Christoph Endrullat, Jörn Glökler, Philipp Franke, Marcus Frohme, Christoph Endrullat, Jörn Glökler, Philipp Franke, Marcus Frohme

Abstract

DNA sequencing continues to evolve quickly even after > 30 years. Many new platforms suddenly appeared and former established systems have vanished in almost the same manner. Since establishment of next-generation sequencing devices, this progress gains momentum due to the continually growing demand for higher throughput, lower costs and better quality of data. In consequence of this rapid development, standardized procedures and data formats as well as comprehensive quality management considerations are still scarce. Here, we listed and summarized current standardization efforts and quality management initiatives from companies, organizations and societies in form of published studies and ongoing projects. These comprise on the one hand quality documentation issues like technical notes, accreditation checklists and guidelines for validation of sequencing workflows. On the other hand, general standard proposals and quality metrics are developed and applied to the sequencing workflow steps with the main focus on upstream processes.

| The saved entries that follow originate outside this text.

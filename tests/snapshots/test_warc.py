"""WARC files as the snapshot archive writes them, checked by warcio (reader and `warcio check`).

Expected record layouts come from WARC 1.1 (ISO 28500:2017, IIPC text); the captures are
written out by hand below.
"""

from __future__ import annotations

import hashlib
import subprocess
import sys
from datetime import UTC, datetime
from pathlib import Path

from warcio.archiveiterator import ArchiveIterator

from harvester.fetch.capture import Capture
from harvester.snapshots.warc import OPEN_SUFFIX, WarcSnapshotWriter

T = datetime(2026, 3, 1, 12, 0, 0, 123456, tzinfo=UTC)
REQUEST = [("User-Agent", "harvester/0 (+mailto:analyst@example.org)"), ("Host", "127.0.0.1")]


def capture(path: str, body: bytes, **headers: str) -> Capture:
    url = f"http://127.0.0.1:8650{path}"
    fields = (("Content-Type", "text/html; charset=utf-8"), *headers.items())
    return Capture(url, url, 200, fields, body, T, "live")


def records(path: Path) -> list[tuple[str, dict[str, str], bytes]]:
    found = []
    with path.open("rb") as stream:
        for record in ArchiveIterator(stream, check_digests=True):
            headers = dict(record.rec_headers.headers)
            found.append((record.rec_type, headers, record.content_stream().read()))
    return found


def test_an_exchange_is_a_request_and_a_response_pointing_at_each_other(tmp_path: Path) -> None:
    body = b"<table><tr><td>1</td></tr></table>"
    with WarcSnapshotWriter(tmp_path, info={"recipe": "league-players"}) as writer:
        stored = writer.write(capture("/a.html", body, Content_Encoding="gzip"), REQUEST)
        assert list(tmp_path.iterdir()) == [tmp_path / (stored.file + OPEN_SUFFIX)]
    (file,) = tmp_path.iterdir()
    assert file.name == stored.file and file.name.endswith(".warc.gz")
    kinds = [kind for kind, _, _ in records(file)]
    assert kinds == ["warcinfo", "response", "request"]  # WARC 1.1 §6.2, §6.3, §6.4
    _, response, payload = records(file)[1]
    _, request, _ = records(file)[2]
    assert payload == body  # the payload is the body read, the bytes _body_sha256 hashes
    assert response["WARC-Record-ID"] == stored.record_id == stored.payload_record_id
    assert response["WARC-Concurrent-To"] == request["WARC-Record-ID"]  # WARC 1.1 §5.7
    assert request["WARC-Concurrent-To"] == response["WARC-Record-ID"]
    assert response["WARC-Date"] == "2026-03-01T12:00:00.123456Z"  # WARC 1.1 §5.4, W3CDTF
    assert "WARC-Block-Digest" in response and "WARC-Payload-Digest" in response
    info = records(file)[0][2].decode()
    assert "recipe: league-players" in info and "software: harvester/" in info
    # The kept HTTP headers describe the kept payload: no Content-Encoding it no longer has.
    with file.open("rb") as stream:
        first = next(r for r in ArchiveIterator(stream) if r.rec_type == "response")
        assert first.http_headers.get_header("Content-Encoding") is None
        assert first.http_headers.get_header("Content-Length") == str(len(body))


def test_warcio_check_passes_and_offsets_lead_to_their_records(tmp_path: Path) -> None:
    with WarcSnapshotWriter(tmp_path, info={}) as writer:
        stored = [
            writer.write(capture(f"/{n}.html", f"<p>{n}</p>".encode()), REQUEST) for n in range(3)
        ]
    (file,) = tmp_path.iterdir()
    done = subprocess.run(
        [str(Path(sys.executable).with_name("warcio")), "check", "-v", str(file)],
        capture_output=True, text=True, check=False,
    )  # fmt: skip
    assert done.returncode == 0, done.stdout + done.stderr
    for record in stored:
        with file.open("rb") as stream:
            stream.seek(record.offset)
            (one, *_) = ArchiveIterator(stream)
            assert one.rec_headers.get_header("WARC-Record-ID") == record.record_id
            assert record.length > 0


def test_a_repeated_payload_is_a_revisit_referring_to_the_original(tmp_path: Path) -> None:
    body = b"<p>same</p>"
    with WarcSnapshotWriter(tmp_path, info={}) as writer:
        first = writer.write(capture("/a.html", body), REQUEST)
        again = writer.write(capture("/a.html", body), REQUEST)
    (file,) = tmp_path.iterdir()
    revisit = [headers for kind, headers, _ in records(file) if kind == "revisit"]
    assert len(revisit) == 1 and again.revisit and not first.revisit
    # WARC 1.1 §6.7.2: the identical-payload-digest profile, and WARC-Refers-To the original.
    assert revisit[0]["WARC-Profile"].endswith("/revisit/identical-payload-digest")
    assert revisit[0]["WARC-Refers-To"] == first.record_id == again.payload_record_id
    assert revisit[0]["WARC-Payload-Digest"] == first.payload_digest


def test_files_rotate_at_the_size_limit_and_sort_by_time(tmp_path: Path) -> None:
    with WarcSnapshotWriter(tmp_path, info={}, max_file_bytes=1) as writer:
        names = [writer.write(capture(f"/{n}.html", f"<p>{n}</p>".encode()), REQUEST).file
                 for n in range(3)]  # fmt: skip
    assert len(set(names)) == 3 and names == sorted(names)
    assert sorted(path.name for path in tmp_path.iterdir()) == names


def test_the_payload_digest_is_of_the_payload(tmp_path: Path) -> None:
    # WARC 1.1 §5.9: WARC-Payload-Digest is a digest of the payload; warcio writes sha1 in base32.
    import base64

    body = b"<p>digest me</p>"
    with WarcSnapshotWriter(tmp_path, info={}) as writer:
        stored = writer.write(capture("/d.html", body), REQUEST)
    expected = "sha1:" + base64.b32encode(hashlib.sha1(body).digest()).decode()
    assert stored.payload_digest == expected
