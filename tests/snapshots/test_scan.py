"""Indexing WARC files that warcio wrote (foreign.py), resolving revisits, and reindexing.

Citations: WARC 1.1 (ISO 28500:2017, IIPC text) and RFC 7089; expected values are written out
by hand or computed with hashlib, never with the code under test.
"""

from __future__ import annotations

import gzip
import hashlib
import io
from datetime import UTC, datetime
from pathlib import Path

import pytest
from warcio.archiveiterator import ArchiveIterator

from harvester.errors import StoreError
from harvester.snapshots.index import SnapshotIndex, index_path, read_index_file
from harvester.snapshots.members import iter_members
from harvester.snapshots.scan import (
    index_missing,
    parse_warc_date,
    reindex,
    resolve,
    revisit_kind,
    scan_warc,
)
from tests.snapshots.foreign import (
    NOT_MODIFIED_1_1,
    NOT_MODIFIED_ANNEX_B,
    SAME_PAYLOAD_1_0,
    SAME_PAYLOAD_1_1,
    T0,
    sha1_digest,
    warc_file,
)

SITE = "http://127.0.0.1:8650"
BODY = b"<table><tr><td>1</td></tr></table>"


def offsets_by_warcio(path: Path) -> dict[str, tuple[int, int]]:
    """Record id → (offset, length) as warcio's own iterator reports them."""
    found = {}
    with path.open("rb") as stream:
        records = ArchiveIterator(stream)
        for record in records:
            record.content_stream().read()
            key = record.rec_headers.get_header("WARC-Record-ID")
            found[key] = (records.get_record_offset(), records.get_record_length())
    return found


def test_responses_and_revisits_get_entries_with_warcio_offsets(tmp_path: Path) -> None:
    path = tmp_path / "a.warc.gz"
    with warc_file(path) as warc:
        warc.warcinfo()
        warc.request(f"{SITE}/t.html")
        first = warc.response(f"{SITE}/t.html", BODY)
        missing = warc.response(f"{SITE}/gone.html", b"no", status="404 Not Found")
        again = warc.revisit(f"{SITE}/t.html", BODY, refers_to=first)
    entries = scan_warc(path)
    assert [e.record_id for e in entries] == [first, missing, again]  # no request, warcinfo
    warcio_says = offsets_by_warcio(path)
    for found in entries:
        assert (found.offset, found.length) == warcio_says[found.record_id]
        assert found.file == "a.warc.gz" and found.origin == "live"
        assert found.date == T0 and found.memento_datetime is None  # WARC 1.1 §5.4
    response, gone, revisit = entries
    assert (response.url, response.status, response.record_type) == (
        f"{SITE}/t.html", 200, "response"
    )  # fmt: skip
    assert response.body_sha256 == hashlib.sha256(BODY).hexdigest()
    assert response.payload_digest == sha1_digest(BODY)  # WARC 1.1 §5.9
    assert response.payload_record_id == first and response.profile == ""
    assert gone.status == 404 and gone.body_sha256 == hashlib.sha256(b"no").hexdigest()
    # Before resolving, a revisit knows its original by WARC-Refers-To only (WARC 1.1 §5.11).
    assert revisit.record_type == "revisit" and revisit.profile == SAME_PAYLOAD_1_1
    assert revisit.payload_record_id == first and revisit.body_sha256 == ""
    (resolved,) = [e for e in resolve(entries, SnapshotIndex(entries)) if e.record_id == again]
    assert resolved.body_sha256 == hashlib.sha256(BODY).hexdigest()
    assert scan_warc(path, name="other.warc.gz")[0].file == "other.warc.gz"


@pytest.mark.parametrize(
    ("profile", "kind", "status"),
    [
        (SAME_PAYLOAD_1_1, "identical-payload-digest", "200 OK"),  # WARC 1.1 §6.7.2
        (SAME_PAYLOAD_1_0, "identical-payload-digest", "200 OK"),  # WARC 1.0 spelling
        (NOT_MODIFIED_1_1, "server-not-modified", "304 Not Modified"),  # WARC 1.1 §6.7.3
        (NOT_MODIFIED_ANNEX_B, "server-not-modified", "304 Not Modified"),  # Annex B.6
    ],
)
def test_both_revisit_profiles_in_every_spelling(
    tmp_path: Path, profile: str, kind: str, status: str
) -> None:
    assert revisit_kind(profile) == kind  # REFERENCES §5.6: readers accept all spellings
    path = tmp_path / "a.warc.gz"
    with warc_file(path) as warc:
        first = warc.response(f"{SITE}/t.html", BODY)
        again = warc.revisit(f"{SITE}/t.html", BODY, profile=profile, refers_to=first,
                             status=status)  # fmt: skip
    entries = scan_warc(path)
    revisit = resolve(entries, SnapshotIndex(entries))[1]
    assert revisit.record_id == again and revisit.profile == profile
    assert revisit.status == int(status[:3])
    assert revisit.payload_record_id == first
    assert revisit.body_sha256 == hashlib.sha256(BODY).hexdigest()


def test_a_revisit_profile_not_recognised_is_not_interpreted(tmp_path: Path) -> None:
    path = tmp_path / "a.warc.gz"
    with warc_file(path) as warc:
        warc.response(f"{SITE}/t.html", BODY)
        warc.revisit(f"{SITE}/t.html", BODY, profile="http://example.org/my-own-profile")
    assert [e.record_type for e in scan_warc(path)] == ["response"]  # WARC 1.1 §6.7.1


def test_revisits_without_refers_to(tmp_path: Path) -> None:
    path = tmp_path / "a.warc.gz"
    with warc_file(path) as warc:
        first = warc.response(f"{SITE}/t.html", BODY)
        same = warc.revisit(f"{SITE}/other.html", BODY)  # §6.7.2: URIs may differ
        not_modified = warc.revisit(f"{SITE}/t.html", BODY, profile=NOT_MODIFIED_1_1,
                                    status="304 Not Modified")  # fmt: skip
        orphan = warc.revisit(f"{SITE}/t.html", b"never stored")
    entries = scan_warc(path)
    found = {e.record_id: e for e in resolve(entries, SnapshotIndex(entries))}
    # Identical payload digest: the first response with that WARC-Payload-Digest.
    assert found[same].payload_record_id == first
    assert found[same].body_sha256 == hashlib.sha256(BODY).hexdigest()
    # A 304 without WARC-Refers-To names no original: unknown stays "" (entry.py).
    assert (found[not_modified].payload_record_id, found[not_modified].body_sha256) == ("", "")
    assert (found[orphan].payload_record_id, found[orphan].body_sha256) == ("", "")


def test_a_revisit_resolves_across_files_and_through_a_revisit(tmp_path: Path) -> None:
    with warc_file(tmp_path / "1.warc.gz") as warc:
        first = warc.response(f"{SITE}/t.html", BODY)
    with warc_file(tmp_path / "2.warc.gz") as warc:
        middle = warc.revisit(f"{SITE}/t.html", BODY, refers_to=first)
        last = warc.revisit(f"{SITE}/t.html", BODY, refers_to=middle)
    one, two = scan_warc(tmp_path / "1.warc.gz"), scan_warc(tmp_path / "2.warc.gz")
    assert resolve(two, SnapshotIndex(two))[0].body_sha256 == ""  # the original is elsewhere
    resolved = resolve(two, SnapshotIndex([*one, *two]))
    assert [e.payload_record_id for e in resolved] == [first, first]
    assert resolved[1].record_id == last


def test_a_warc_1_0_file_with_angle_brackets_around_the_target_uri(tmp_path: Path) -> None:
    path = tmp_path / "old.warc.gz"
    with warc_file(path, version="1.0") as warc:
        # WARC 1.0's uri rule had <>; readers strip them (common practice). warcio's record
        # loader does it for us; this test fails if that ever stops.
        warc.response(f"<{SITE}/t.html>", BODY)
    (found,) = scan_warc(path)
    assert found.url == f"{SITE}/t.html"
    with path.open("rb") as stream:
        assert next(iter(ArchiveIterator(stream))).rec_headers.protocol == "WARC/1.0"


def test_a_memento_is_marked_web_archive(tmp_path: Path) -> None:
    path = tmp_path / "a.warc.gz"
    with warc_file(path) as warc:
        warc.response(f"{SITE}/web/2019/t.html", BODY,
                      headers=[("Memento-Datetime", "Sun, 03 Mar 2019 10:20:30 GMT")])  # fmt: skip
    (found,) = scan_warc(path)
    assert found.origin == "web-archive"  # RFC 7089 §2.1.1
    assert found.memento_datetime == datetime(2019, 3, 3, 10, 20, 30, tzinfo=UTC)


def test_warc_dates_with_any_fraction() -> None:
    # WARC 1.1 §5.4: W3CDTF, UTC "Z", a fraction of 1 to 9 digits.
    assert parse_warc_date("2026-01-02T03:04:05Z") == datetime(2026, 1, 2, 3, 4, 5, tzinfo=UTC)
    assert parse_warc_date("2026-01-02T03:04:05.5Z") == datetime(
        2026, 1, 2, 3, 4, 5, 500000, tzinfo=UTC
    )  # fmt: skip
    assert parse_warc_date("2026-01-02T03:04:05.123456789Z") == datetime(
        2026, 1, 2, 3, 4, 5, 123456, tzinfo=UTC
    )  # fmt: skip
    assert parse_warc_date("2026-01-02T03:04:05+01:00") is None  # not UTC
    assert parse_warc_date("2026-02-30T03:04:05Z") is None


def damage_member(path: Path, index: int) -> int:
    """Flip one payload byte of member ``index`` and re-gzip it: gzip fine, digests broken."""
    with path.open("rb") as stream:
        members = list(iter_members(stream))
    target = members[index]
    plain = bytearray(target.data)
    plain[-10] ^= 0x20
    data = path.read_bytes()
    end = target.offset + target.length
    path.write_bytes(data[: target.offset] + gzip.compress(bytes(plain)) + data[end:])
    return target.offset


def test_a_record_failing_its_digest_is_damaged_naming_file_and_offset(tmp_path: Path) -> None:
    path = tmp_path / "a.warc.gz"
    with warc_file(path) as warc:
        warc.response(f"{SITE}/1.html", BODY)
        warc.response(f"{SITE}/2.html", BODY + b"2")
    offset = damage_member(path, 1)
    with pytest.raises(StoreError) as caught:
        scan_warc(path)
    message = caught.value.message
    assert str(path) in message and f"offset {offset}" in message and "digest" in message
    assert caught.value.hint and "\n" not in str(caught.value)


@pytest.mark.parametrize(
    ("tail", "says"),
    [(b"garbage tail", "no gzip member"), (b"\x1f\x8b\x08\x00\x00", "cut off")],
)
def test_a_garbage_tail_is_damage(tmp_path: Path, tail: bytes, says: str) -> None:
    path = tmp_path / "a.warc.gz"
    with warc_file(path) as warc:
        warc.response(f"{SITE}/1.html", BODY)
    size = path.stat().st_size
    path.write_bytes(path.read_bytes() + tail)
    with pytest.raises(StoreError, match=f"offset {size}: .*{says}"):
        scan_warc(path)


def test_a_truncated_file_and_a_whole_file_gzip_are_damage(tmp_path: Path) -> None:
    path = tmp_path / "a.warc.gz"
    with warc_file(path) as warc:
        warc.response(f"{SITE}/1.html", BODY)
        warc.response(f"{SITE}/2.html", BODY)
    plain = b"".join(m.data for m in iter_members(io.BytesIO(path.read_bytes())))
    path.write_bytes(path.read_bytes()[:-7])
    with pytest.raises(StoreError, match="cut off"):
        scan_warc(path)
    path.write_bytes(gzip.compress(plain))  # WARC 1.1 Annex D: not record-at-a-time
    with pytest.raises(StoreError, match="more than one record"):
        scan_warc(path)
    with pytest.raises(StoreError, match="cannot read"):
        scan_warc(tmp_path / "missing.warc.gz")


def archive_with_two_files(root: Path) -> tuple[str, str]:
    with warc_file(root / "warc" / "1.warc.gz") as warc:
        first = warc.response(f"{SITE}/t.html", BODY)
    with warc_file(root / "warc" / "2.warc.gz") as warc:
        again = warc.revisit(f"{SITE}/t.html", BODY, refers_to=first)
    return first, again


def test_reindex_rebuilds_resolves_and_reports(tmp_path: Path) -> None:
    first, again = archive_with_two_files(tmp_path)
    with warc_file(tmp_path / "warc" / "3.warc.gz") as warc:
        warc.response(f"{SITE}/3.html", BODY)
    damage_member(tmp_path / "warc" / "3.warc.gz", 0)
    with warc_file(tmp_path / "warc" / "4.warc.gz.open") as warc:  # a crashed writer's file
        warc.warcinfo()
        warc.response(f"{SITE}/4.html", BODY + b"4")
    stale = index_path(tmp_path, "gone.warc.gz")
    stale.parent.mkdir(parents=True)
    stale.write_bytes(b"whatever")
    report = reindex(tmp_path)
    assert report.salvaged == ("4.warc.gz",)
    assert report.indexed == ("1.warc.gz", "2.warc.gz", "4.warc.gz")
    assert report.entries == 3 and report.removed_index_files == ("gone.warc.gz.parquet",)
    ((name, why),) = report.damaged  # one damaged file does not stop the others
    assert name == "3.warc.gz" and "digest" in why
    assert not stale.exists() and not index_path(tmp_path, "3.warc.gz").exists()
    (revisit,) = read_index_file(index_path(tmp_path, "2.warc.gz"))
    assert revisit.record_id == again and revisit.payload_record_id == first
    assert revisit.body_sha256 == hashlib.sha256(BODY).hexdigest()  # resolved across files
    assert SnapshotIndex.load(tmp_path).latest(f"{SITE}/4.html") is not None


def test_index_missing_indexes_only_files_without_an_index(tmp_path: Path) -> None:
    first, _ = archive_with_two_files(tmp_path)
    assert reindex(tmp_path).indexed == ("1.warc.gz", "2.warc.gz")
    index_path(tmp_path, "2.warc.gz").unlink()
    kept = index_path(tmp_path, "1.warc.gz")
    before = kept.stat().st_mtime_ns, kept.read_bytes()
    report = index_missing(tmp_path)
    assert report.indexed == ("2.warc.gz",) and report.entries == 1
    assert (kept.stat().st_mtime_ns, kept.read_bytes()) == before
    (revisit,) = read_index_file(index_path(tmp_path, "2.warc.gz"))
    assert revisit.payload_record_id == first  # resolved through the loaded index
    assert index_missing(tmp_path).indexed == ()
    assert index_missing(tmp_path / "nowhere").indexed == ()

Finally, certain standard developments for downstream pipeline data handling, processing and storage are discussed in brief. These standardization approaches represent a first basis for continuing work in order to prospectively implement next-generation sequencing in important areas such as clinical diagnostics, where reliable results and fast processing is crucial. Additionally, these efforts will exert a decisive influence on traceability and reproducibility of sequence data.

Keywords: ABRF, Association of Biomolecular Resource Facilities; BAM, binary alignment/map; CAP, College of American Pathologist's; CEN, European Committee for Standardization; CLIA, Clinical Laboratory Improvement Amendments; Data quality; ERCC, External RNA Controls Consortium; FDA, Food and Drug Administration; FFPE, formalin-fixed, paraffin-embedded; FMEA, failure mode and effects analysis; GATK, genome analysis toolkit; GSC, Genomic Standards Consortium; Guideline; HGP, Human Genome Project; Indel, insertion or deletion; MAQC, MicroArray Quality Control Project; MIGS, minimum information about a genome sequence; MOL, molecular pathology checklist; NGS, next-generation sequencing; NIST, National Institute of Standards and Technology; NTC, no-template control; Nex-StoCT, next generation sequencing — standardization of clinical testing; Next-generation sequencing; PT, proficiency testing; QA, quality assurance; QC, quality control; QM, quality management; QMS, quality management system; Quality management; RIN, RNA integrity number; SAM, sequence alignment/map; SEQC, sequencing quality control; SNP, single nucleotide polymorphism; SOP, standard operating procedure; Standardization; TN, technical note; VCF, variant call format; Validation; ddPCR, digital droplet PCR; mtDNA, mitochondrial DNA; qPCR, quantitative PCR.

Figures

Fig. 1
Fig. 1
Overview of the general NGS workflow. The main steps library and template preparation, enrichment, sequencing and data analysis are divided into substeps containing recommendations for checkpoints which are proposed for QC.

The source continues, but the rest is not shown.